## ACTION ITEM:
Which lines come from the start of the records through the line that holds "Colour always repeats"? Write them out word for word.

## INPUT FOR THIS TASK:

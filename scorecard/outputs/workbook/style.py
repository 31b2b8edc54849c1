"""The workbook's look: one restrained palette, fonts and number formats.

Colour always repeats what a word or a sign already says, so a black-and-white print reads the
same: a cool blue tint marks lower risk (positive weight of evidence, higher points), a warm
sand tint marks higher risk, and the header band is a dark slate with white text.
"""

from __future__ import annotations

from openpyxl.styles import Alignment, Border, Font, PatternFill, Side

# Every font names the workbook's body font: a font without a name is drawn in the reading
# program's own default (a serif in LibreOffice), so headings and cells would differ in print.
FONT_NAME = "Calibri"
HEADER_FILL = PatternFill("solid", fgColor="2F3E4E")
HEADER_FONT = Font(name=FONT_NAME, bold=True, color="FFFFFF")
TITLE_FONT = Font(name=FONT_NAME, bold=True, size=14, color="2F3E4E")
HEADING_FONT = Font(name=FONT_NAME, bold=True, size=11, color="2F3E4E")
NOTE_FONT = Font(name=FONT_NAME, italic=True, size=9, color="555555")
BOLD = Font(name=FONT_NAME, bold=True)
LOWER_RISK_FILL = PatternFill("solid", fgColor="DCE8F2")
HIGHER_RISK_FILL = PatternFill("solid", fgColor="F6E3CC")
INPUT_FILL = PatternFill("solid", fgColor="FFF8D6")
HEADER_BORDER = Border(bottom=Side(style="thin", color="2F3E4E"))
GROUP_BORDER = Border(top=Side(style="thin", color="8C8C8C"))
WRAP = Alignment(wrap_text=True, vertical="top")
# Header text is centred in a band taller than its lines, so the first row below does not
# touch it in print.
HEADER_LEFT = Alignment(wrap_text=True, vertical="center", horizontal="left", indent=1)
HEADER_RIGHT = Alignment(wrap_text=True, vertical="center", horizontal="right")
LINE_POINTS = 15            # height of one line of the body font, in points
HEADER_PADDING = 9          # points of dark band above and below the header's lines together
# A text cell after a right-aligned number would touch it; the indent keeps them apart.
TEXT = Alignment(horizontal="left", indent=1)
LEFT = Alignment(horizontal="left")

# Chart series colours, in the same meaning as the tints: blue for goods, warm for bads.
GOOD_LINE = "2F5D87"
BAD_LINE = "D9954F"
NEUTRAL_LINE = "7F7F7F"
# Baseline against current sample: light grey against the dark header slate, neither of the
# risk colours, since neither sample is the riskier one.
BASELINE_FILL = "B4B4B4"
CURRENT_FILL = "2F3E4E"

PERCENT = "0.0%"
COUNT = "#,##0"
INTEGER = "0"
WOE = "0.0000"
MEASURE = "0.000"
# A sign on every non-zero value so that the direction of risk reads without colour.
SIGNED_WOE = "+0.0000;-0.0000;0.0000"
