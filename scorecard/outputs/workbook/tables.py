"""Tables written into worksheets: safe cell values, one header row, fitted widths.

Every text that comes from data (labels, levels, names) is written as a string cell, never as
a formula: a category level such as ``=HYPERLINK(...)`` must stay the text it is.
"""

from __future__ import annotations

import datetime
import math
import numbers
import re

import numpy as np
import pandas as pd
from openpyxl.cell.cell import ERROR_CODES
from openpyxl.cell.rich_text import CellRichText
from openpyxl.utils import get_column_letter
from openpyxl.worksheet.page import PageMargins
from openpyxl.worksheet.worksheet import Worksheet

from scorecard.outputs.workbook import style

MAX_CELL_TEXT = 32767
MIN_WIDTH, MAX_WIDTH = 8, 60
FIRST_ROW_HEIGHT = style.LINE_POINTS + 4
# Rows of a table that surely fit on the first printed page, under a title and notes.
ROWS_ON_A_PAGE = 30
# Characters that the file format cannot hold in a cell (control characters but tab and newline).
_ILLEGAL = re.compile(r"[\000-\010\013\014\016-\037]")
# Leading characters that some spreadsheet programs read as the start of a formula.
_FORMULA_START = ("=", "+", "-", "@")


def safe_value(value):
    """A value that openpyxl writes as a number, date, boolean, empty cell or plain text.

    Text that a spreadsheet program could take for a formula or an error code is wrapped so that
    openpyxl writes it as a string cell; characters the file format cannot hold are dropped.
    Missing and non-finite numbers become empty cells.

    Parameters
    ----------
    value : object
        A cell value from data: text, a number (Python or numpy), a date, a boolean or None.

    Returns
    -------
    object
        ``None``, ``bool``, ``int``, ``float``, ``datetime``, ``str`` or a one-part rich text.

    Examples
    --------
    >>> safe_value(np.float64(0.25)), safe_value(float("nan")), safe_value("renter")
    (0.25, None, 'renter')
    >>> str(safe_value('=HYPERLINK("http://x","y")'))
    '=HYPERLINK("http://x","y")'
    """
    if value is None or value is pd.NaT or value is pd.NA:
        return None
    if isinstance(value, (bool, np.bool_)):
        return bool(value)
    if isinstance(value, numbers.Integral):
        return int(value)
    if isinstance(value, numbers.Real):
        number = float(value)
        return number if math.isfinite(number) else None
    if isinstance(value, (datetime.date, datetime.time)):
        return _naive(value)
    if isinstance(value, np.datetime64):
        return None if np.isnat(value) else pd.Timestamp(value).to_pydatetime()
    text = _ILLEGAL.sub("", str(value))[:MAX_CELL_TEXT]
    if text.startswith(_FORMULA_START) or text in ERROR_CODES:
        return CellRichText([text])
    return text


def _naive(value):
    if isinstance(value, pd.Timestamp):
        value = value.to_pydatetime()
    if isinstance(value, (datetime.datetime, datetime.time)) and value.tzinfo is not None:
        value = value.replace(tzinfo=None)
    return value


def write_table(ws: Worksheet, frame: pd.DataFrame, *, start_row: int = 1, start_col: int = 1,
                formats: dict | None = None, title: str | None = None) -> tuple[int, int]:
    """Write ``frame`` as a header row and one row per record.

    Parameters
    ----------
    ws : Worksheet
    frame : DataFrame
        Columns in the order they should appear; the column names are the headers.
    start_row, start_col : int
        Top-left cell (1-based) of the title if given, else of the header.
    formats : dict, optional
        Column name -> number format, e.g. ``{"Bad rate": "0.0%", "Rows": "#,##0"}``.
    title : str, optional
        A bold line written above the header.

    Returns
    -------
    (header_row, last_row) : tuple of int
        ``last_row`` equals ``header_row`` when the frame has no rows.

    Examples
    --------
    >>> from openpyxl import Workbook
    >>> ws = Workbook().active
    >>> write_table(ws, pd.DataFrame({"Attribute": ["+1+1"], "Bad rate": [0.1]}),
    ...             formats={"Bad rate": "0.0%"})
    (1, 2)
    >>> ws["A2"].data_type, ws["B2"].number_format
    ('s', '0.0%')
    """
    formats = dict(formats or {})
    unknown = sorted(set(formats) - set(frame.columns))
    if unknown:
        raise ValueError(f"formats name columns the table lacks: {', '.join(map(str, unknown))}")
    header_row = start_row
    if title is not None:
        ws.cell(start_row, start_col, safe_value(title)).font = style.HEADING_FONT
        header_row += 1
    header_lines = 1
    for j, name in enumerate(frame.columns):
        col = start_col + j
        numeric = pd.api.types.is_numeric_dtype(frame[name].dtype)
        cell = ws.cell(header_row, col, safe_value(name))
        cell.font, cell.fill, cell.border = style.HEADER_FONT, style.HEADER_FILL, style.HEADER_BORDER
        cell.alignment = style.HEADER_RIGHT if numeric else style.HEADER_LEFT
        fmt = formats.get(name)
        values = [safe_value(v) for v in frame[name].tolist()]
        for i, value in enumerate(values, start=header_row + 1):
            cell = ws.cell(i, col, value)
            if fmt is not None and value is not None:
                cell.number_format = fmt
            elif isinstance(value, (str, CellRichText)):
                cell.alignment = style.TEXT
        width = _fit_width(ws, col, str(name), values, fmt)
        header_lines = max(header_lines, wrapped_lines(str(name), width))
    # Spreadsheet programs do not grow a row for wrapped text written by another program.
    ws.row_dimensions[header_row].height = header_height(header_lines)
    if len(frame):
        # Room between the dark header band and the first row's text, which sits at the
        # bottom of its cell.
        ws.row_dimensions[header_row + 1].height = FIRST_ROW_HEIGHT
    return header_row, header_row + len(frame)


def header_height(lines: int) -> float:
    """Height in points of a header row of ``lines`` wrapped lines, with its padding."""
    return style.LINE_POINTS * lines + style.HEADER_PADDING


def wrapped_lines(text: str, width: float) -> int:
    """Lines that ``text`` takes when wrapped at word boundaries in a column ``width`` wide."""
    lines, used = 1, 0
    for word in text.split():
        if used and used + 1 + len(word) > width - 1:
            lines, used = lines + 1, len(word)
        else:
            used += len(word) + (1 if used else 0)
    return lines


def _fit_width(ws: Worksheet, col: int, header: str, values: list, fmt: str | None) -> float:
    """Widen the column to its longest entry, never narrowing it; returns the new width."""
    longest = max((_shown_length(v, fmt) for v in values), default=0)
    header_length = max((len(word) for word in header.split()), default=0)
    width = min(MAX_WIDTH, max(MIN_WIDTH, longest + 2, header_length + 2, min(len(header), 18) + 2))
    letter = get_column_letter(col)
    # Reading an unset column would create it with openpyxl's default width, so check first.
    current = ws.column_dimensions[letter].width if letter in ws.column_dimensions else 0
    ws.column_dimensions[letter].width = max(current or 0, width)
    return ws.column_dimensions[letter].width


def _shown_length(value, fmt: str | None) -> int:
    if value is None:
        return 0
    if isinstance(value, float) and fmt is None:
        return len(f"{value:.6g}")
    if isinstance(value, (int, float)) and not isinstance(value, bool):
        return len(f"{value:,.0f}") + (fmt.count("0") if fmt and "." in fmt else 0) + 1
    # Text cells carry an indent of about two characters.
    return max((len(line) for line in str(value).splitlines()), default=0) + 2


def finish_table_sheet(ws: Worksheet, header_row: int, last_row: int, n_columns: int,
                       *, start_col: int = 1, more_tables: bool = False) -> None:
    """Make a table sheet readable: frozen header, filter, landscape print fitted to width.

    The header row is printed on every page, unless ``more_tables`` follow the table and it
    fits on the first page: its header would then head pages of other tables.

    Examples
    --------
    >>> from openpyxl import Workbook
    >>> ws = Workbook().active
    >>> rows = write_table(ws, pd.DataFrame({"Score": [500, 510]}))
    >>> finish_table_sheet(ws, *rows, 1)
    >>> ws.freeze_panes, ws.auto_filter.ref
    ('A2', 'A1:A3')
    """
    first = get_column_letter(start_col)
    last = get_column_letter(start_col + max(n_columns, 1) - 1)
    ws.freeze_panes = ws.cell(header_row + 1, start_col).coordinate
    ws.auto_filter.ref = f"{first}{header_row}:{last}{max(last_row, header_row)}"
    repeat = not more_tables or last_row - header_row > ROWS_ON_A_PAGE
    set_print_layout(ws, repeat_rows=f"{header_row}:{header_row}" if repeat else None)


def set_print_layout(ws: Worksheet, *, repeat_rows: str | None = None) -> None:
    """Landscape, fitted to one page wide, with ``repeat_rows`` (e.g. ``"1:1"``) on every page."""
    ws.page_setup.orientation = "landscape"
    ws.page_setup.paperSize = ws.PAPERSIZE_A4
    ws.page_setup.fitToWidth = 1
    ws.page_setup.fitToHeight = 0
    ws.sheet_properties.pageSetUpPr.fitToPage = True
    ws.print_options.gridLines = False
    ws.page_margins = PageMargins(left=0.5, right=0.5, top=0.6, bottom=0.6, header=0.3, footer=0.3)
    if repeat_rows is not None:
        ws.print_title_rows = repeat_rows


def write_lines(ws: Worksheet, row: int, heading: str, lines, font=None) -> int:
    """A heading and one line of text per entry in column A; returns the row after the last."""
    ws.cell(row, 1, heading).font = style.HEADING_FONT
    for i, text in enumerate(lines, start=row + 1):
        cell = ws.cell(i, 1, safe_value(text))
        if font is not None:
            cell.font = font
    return row + 1 + len(lines)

## RESULT OF THE TASK:
filename scorecard/outputs/workbook/style.py
repository 31b2b8edc54849c1
"""The workbook's look: one restrained palette, fonts and number formats.

Colour always repeats what a word or a sign already says, so a black-and-white print reads the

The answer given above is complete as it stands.